Richard Alston's new work choreographed to Reich's "Proverb" and the composition that inspired it, the medieval French composer Perotin's "Viderunt Omnes," couldn't offer a more contrasting visual and aural experience. What amazes me is that Reich's piece sounds almost timeless, as if it too could fit into the medieval period as well as the modern. Both compositions are religious-hued choral works, performed live here by the Copenhagen groups Theatre of Voices and Athelas Sinfonietta. Alston's choreography is classical and lyrical, interpreted by ten dancers in brightly colored ultra-feminine dresses for the girls and colorful tee-shirts and leggings for the boys, which incidentally could not make them look more camp. The choreography is a feast for the aesthete: uplifting, harmonious, fluid, pure and elegantly proportioned partner work for mixed couples and appropriate sections for just the boys and then the girls.

Seeing the Alston and De Keersmaeker works performed back to back, one can't help but observe a startling contrast: The dancers' personalities shine through more in De Keersmaeker's algebraic formulas than in Alston's lyrical creation, where their faces are blank.
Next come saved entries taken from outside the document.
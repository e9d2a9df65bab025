"""The service under a real gunicorn on a loopback port, and the CLI commands that start one.

Every wait is bounded and every server is stopped in a finaliser, also when a test fails.
Nothing here asserts on time.
"""

from __future__ import annotations

import contextlib
import json
import os
import signal
import socket
import subprocess
import sys
import threading
import time
from collections.abc import Iterator
from concurrent.futures import ThreadPoolExecutor
from pathlib import Path
from typing import Any

import pytest
import requests
from servers import GOOD, GOOD_OBJECTIVE, Gunicorn, free_port, wait_for, without_decision

from service.cli import main
from service.cli.demo import DEMO_FILES, demo_problem

ROOT = Path(__file__).resolve().parents[2]
DEMO_DIR = ROOT / "service" / "demo"

START_SECONDS = 30.0   # bound on a server coming up; only a failure ever waits this long
STOP_SECONDS = 15.0    # bound on a graceful stop before SIGKILL
DEMO_SECONDS = 120.0   # bound on a whole `certimatch demo --exit` run


def _accepts(port: int) -> bool:
    try:
        with socket.create_connection(("127.0.0.1", port), timeout=1):
            return True
    except OSError:
        return False


@pytest.fixture(scope="module")
def server(tmp_path_factory: pytest.TempPathFactory) -> Iterator[Gunicorn]:
    with Gunicorn(tmp_path_factory.mktemp("gunicorn"), workers=2) as srv:
        yield srv


def _post(server: Gunicorn, path: str, doc: Any) -> requests.Response:
    return requests.post(server.base + path, json=doc, timeout=60)


def test_healthz(server):
    r = requests.get(server.base + "/healthz", timeout=10)
    assert r.status_code == 200
    assert r.json() == {"status": "ok"}


@pytest.mark.parametrize("name", DEMO_FILES)
def test_demo_problem_is_solved_and_its_answer_verifies(server, name):
    problem = demo_problem(name)
    solved = _post(server, "/v1/solve", problem)
    assert solved.status_code == 200, solved.text
    assert solved.headers["Content-Type"].startswith("application/json")
    answer = solved.json()
    assert answer["status"] == "optimal"
    checked = _post(server, "/v1/verify", {**problem, "answer": answer})
    assert checked.status_code == 200, checked.text
    verdict = checked.json()
    assert verdict["valid"] is True, verdict
    assert verdict["checks"] and all(c["passed"] for c in verdict["checks"])


def test_tampered_answer_does_not_verify(server):
    # Control for the test above: /v1/verify over HTTP can say no.
    problem = demo_problem("repair_tickets.json")
    answer = _post(server, "/v1/solve", problem).json()
    answer["objective"] -= 1
    verdict = _post(server, "/v1/verify", {**problem, "answer": answer}).json()
    assert verdict["valid"] is False


def test_concurrent_requests_across_workers_agree(server):
    problem = demo_problem("parts_network.json")
    with ThreadPoolExecutor(max_workers=4) as pool:
        replies = list(pool.map(lambda _: _post(server, "/v1/solve", problem), range(8)))
    assert [r.status_code for r in replies] == [200] * 8
    assert len({without_decision(r.content) for r in replies}) == 1
    # each a decision of its own, in one log
    assert len({r.json()["decision"]["log_index"] for r in replies}) == 8


BAD_REQUESTS = {
    "malformed json": ("POST", "/v1/solve", b'{"sources": [', "application/json", 400),
    "wrong content type": ("POST", "/v1/solve", b"{}", "text/plain", 415),
    "invalid problem": ("POST", "/v1/solve",
                        b'{"sources": [{"id": "a"}], "sinks": [], "costs": []}',
                        "application/json", 422),
    "unknown path": ("GET", "/v1/nothing-here", b"", None, 404),
    "wrong method": ("GET", "/v1/solve", b"", None, 405),
}


@pytest.mark.parametrize("case", BAD_REQUESTS.values(), ids=BAD_REQUESTS.keys())
def test_bad_request_gets_a_problem_document(server, case):
    method, path, body, content_type, status = case
    headers = {"Content-Type": content_type} if content_type else {}
    r = requests.request(method, server.base + path, data=body, headers=headers, timeout=10)
    assert r.status_code == status, r.text
    assert r.headers["Content-Type"].startswith("application/problem+json")
    doc = r.json()
    assert doc["status"] == status
    assert all(isinstance(doc.get(k), str) and doc[k] for k in ("type", "title", "detail"))


def test_cli_solve_over_http(server, capsys):
    code = main(["solve", str(DEMO_DIR / "repair_tickets.json"), "--url", server.base])
    out, err = capsys.readouterr()
    assert code == 0, err
    assert json.loads(out)["objective"] == 589


def test_cli_verify_over_http_rejects_a_tampered_answer(server, capsys, tmp_path):
    problem = demo_problem("repair_tickets.json")
    answer = _post(server, "/v1/solve", problem).json()
    answer["unmet"] = []  # claim every ticket was covered
    path = tmp_path / "claimed.json"
    path.write_text(json.dumps({**problem, "answer": answer}))
    code = main(["verify", str(path), "--url", server.base])
    out, _ = capsys.readouterr()
    assert code == 2
    assert json.loads(out)["valid"] is False


def _cli(*args: str) -> list[str]:
    return [sys.executable, "-m", "service.cli", *args]


def test_cli_serve_runs_gunicorn(tmp_path):
    srv = Gunicorn(tmp_path, workers=1,
                   command=lambda port: _cli("serve", "--port", str(port), "--workers", "1"))
    try:
        srv.start()
        r = _post(srv, "/v1/solve", demo_problem("repair_tickets.json"))
        assert r.status_code == 200
    finally:
        code = srv.stop()
    # serve execs gunicorn, so our SIGTERM reached its master: a graceful stop exits 0.
    assert code == 0, srv.output()


def test_cli_demo_exit_prints_tables_and_stops_its_server():
    port = free_port()
    proc = subprocess.Popen(_cli("demo", "--exit", "--port", str(port)), cwd=ROOT,
                            stdout=subprocess.PIPE, stderr=subprocess.PIPE,
                            start_new_session=True)
    try:
        out, err = proc.communicate(timeout=DEMO_SECONDS)
    except subprocess.TimeoutExpired:
        os.killpg(proc.pid, signal.SIGKILL)
        proc.communicate()
        pytest.fail(f"certimatch demo --exit did not finish within {DEMO_SECONDS} s")
    text = out.decode()
    assert proc.returncode == 0, err.decode()
    assert text.count("certificate check: VALID") == 2, text
    assert "tech-amber" in text and "->" in text
    assert "tickets left waiting:" in text and "unused slots:" in text
    assert "depot-mill" in text and "van-08" in text
    assert "POST /v1/solve" not in text, "server access log mixed into the demo's tables"
    # The demo stopped gunicorn on its way out; the master reaps its workers before it
    # exits, but allow the kernel a bounded moment to close the listening socket.
    deadline = time.monotonic() + STOP_SECONDS
    while _accepts(port) and time.monotonic() < deadline:
        time.sleep(0.2)
    assert not _accepts(port), "the demo left a server listening"


def test_cli_demo_refuses_a_busy_port(server, capsys):
    code = main(["demo", "--exit", "--port", str(server.port)])
    _, err = capsys.readouterr()
    assert code == 1
    assert "in use" in err


# --- the command line against a token-protected server ----------------------------------

TOKEN = "dispatch-bot-token-0123456789abcdef"


@pytest.fixture(scope="module")
def guarded(tmp_path_factory: pytest.TempPathFactory) -> Iterator[Gunicorn]:
    with Gunicorn(tmp_path_factory.mktemp("guarded"), workers=1,
                  env={"CERTIMATCH_TOKENS": TOKEN}) as srv:
        yield srv


@pytest.fixture
def good_file(tmp_path: Path) -> str:
    path = tmp_path / "good.json"
    path.write_text(json.dumps(GOOD))
    return str(path)


@pytest.fixture
def no_client_token(monkeypatch: pytest.MonkeyPatch) -> None:
    monkeypatch.delenv("CERTIMATCH_TOKEN", raising=False)


def test_cli_without_a_token_gets_401_and_exit_1(guarded, good_file, capsys, no_client_token):
    code = main(["solve", good_file, "--url", guarded.base])
    out, err = capsys.readouterr()
    assert code == 1
    assert out == ""
    doc = json.loads(err)
    assert doc["status"] == 401 and doc["type"] == "urn:certimatch:problem:unauthorized"


@pytest.mark.parametrize("how", ["option", "environment", "file"])
def test_cli_reaches_a_token_protected_server(guarded, good_file, capsys, tmp_path,
                                              monkeypatch, no_client_token, how):
    argv = ["solve", good_file, "--url", guarded.base]
    if how == "option":
        argv += ["--token", TOKEN]
    elif how == "environment":
        monkeypatch.setenv("CERTIMATCH_TOKEN", TOKEN)
    else:
        path = tmp_path / "token"
        path.write_text(f"# certimatch bearer token\n{TOKEN}\n")
        path.chmod(0o600)
        argv += ["--token-file", str(path)]
    code = main(argv)
    out, err = capsys.readouterr()
    assert code == 0, err
    assert json.loads(out)["objective"] == GOOD_OBJECTIVE
    assert TOKEN not in out + err


def test_cli_with_a_wrong_token_exits_1_without_showing_it(guarded, good_file, capsys,
                                                           no_client_token):
    wrong = "not-the-token-but-long-enough-0123"
    code = main(["solve", good_file, "--url", guarded.base, "--token", wrong, "--progress"])
    out, err = capsys.readouterr()
    assert code == 1
    assert "the bearer token is not accepted" in err
    assert wrong not in out + err


def test_cli_verify_and_table_use_the_token(guarded, good_file, capsys, tmp_path,
                                            monkeypatch, no_client_token):
    monkeypatch.setenv("CERTIMATCH_TOKEN", TOKEN)
    # --format table calls /v1/verify after /v1/solve: both need the token.
    code = main(["solve", good_file, "--url", guarded.base, "--format", "table"])
    out, err = capsys.readouterr()
    assert code == 0, err
    assert out.splitlines()[-1].startswith("certificate check: VALID")
    answer = tmp_path / "answer.json"
    assert main(["solve", good_file, "--url", guarded.base, "-o", str(answer)]) == 0
    capsys.readouterr()
    code = main(["verify", good_file, "--answer", str(answer), "--url", guarded.base])
    out, _ = capsys.readouterr()
    assert code == 0
    assert json.loads(out)["valid"] is True


# --- certimatch demo and SIGTERM --------------------------------------------------------

def _lines_of(stream: Any, into: list[str]) -> threading.Thread:
    def read() -> None:
        for raw in iter(stream.readline, b""):
            into.append(raw.decode(errors="replace"))
    reader = threading.Thread(target=read, daemon=True)
    reader.start()
    return reader


def test_cli_demo_stops_its_server_on_sigterm():
    port = free_port()
    proc = subprocess.Popen(_cli("demo", "--port", str(port)), cwd=ROOT,
                            stdout=subprocess.PIPE, stderr=subprocess.DEVNULL,
                            start_new_session=True)
    printed: list[str] = []
    reader = _lines_of(proc.stdout, printed)
    try:
        wait_for("the demo serving", lambda: proc.poll() is not None or any(
            "server running at" in line for line in printed), DEMO_SECONDS)
        assert proc.poll() is None, "".join(printed)
        assert _accepts(port)
        proc.send_signal(signal.SIGTERM)           # to the demo alone, not its group
        code = proc.wait(timeout=STOP_SECONDS + 10)
        assert code == 0, "".join(printed)
        # The demo waited for gunicorn's master, which reaps its workers before it exits;
        # allow the kernel a bounded moment to close the listening socket. Checked before
        # the clean-up below, which would end a server the demo left behind.
        wait_for("the port freed", lambda: not _accepts(port), STOP_SECONDS)
    finally:
        if proc.poll() is None:
            os.killpg(proc.pid, signal.SIGKILL)
            proc.wait()
        # A gunicorn the demo failed to stop is in its process group: end it too, so a
        # failing test leaves nothing behind.
        with contextlib.suppress(ProcessLookupError):
            os.killpg(proc.pid, signal.SIGKILL)
        reader.join(timeout=10)
        assert proc.stdout is not None
        proc.stdout.close()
Bangladeshi-born English choreographer Akram Khan and two other male dancers conclude the Reich program with a witty, dynamic and upbeat interpretation of "Variations for Vibes, Pianos and Strings," played by the sizeable London Sinfonietta, splendidly arranged in a semi-circle around the stage. It is refreshing to see a non-Western response to a composer who, darling as he is of white intellectuals -- predominant in the audience at Thursday's opening -- owes much of his rhythmic inspiration to African sources. An African dancer, guest artist Gregory Maqoma, sits center stage, as if for an interview, and answers imaginary questions from the audience about the working process. Among other topics, he explains that in his culture, dance and music are experienced from birth as inseparable. He is then nudged by the conductor, Alan Pierson, who tells him that they are ready to start. Music begins and the other Asian dancer, Young Jin Kim hurls himself on stage, playing with the rhythms in the music, creating arm motives that build into larger, faster actions. He is joined by Maqoma, whose style is more grounded, cautious yet fluid. Finally, Khan himself shoots across the stage with the impact of a bolt of lightning and enters the process of interpretation, finding his unique but speedy path through the score.

As each dancer seems to experiment with the music, there is a nice sense of informality, as in a rehearsal. In the next section, Khan places the conductor's lectern center stage, and Pierson then stands behind it. Gradually the three dancers start conducting alongside him but build larger and rooted movement phrases onto the physical actions of conducting, facing the musicians, backs to the audience. Thus both the physicality of the conductor and the musicality of the dancers is endorsed. This cheeky, workshop approach certainly tears down any of the traditional hierarchies that might exist between music and dance and replaces them with a breath of discovery and mutual understanding between musicians, dancers and a composer who were certainly not born speaking the same language -- musical or otherwise.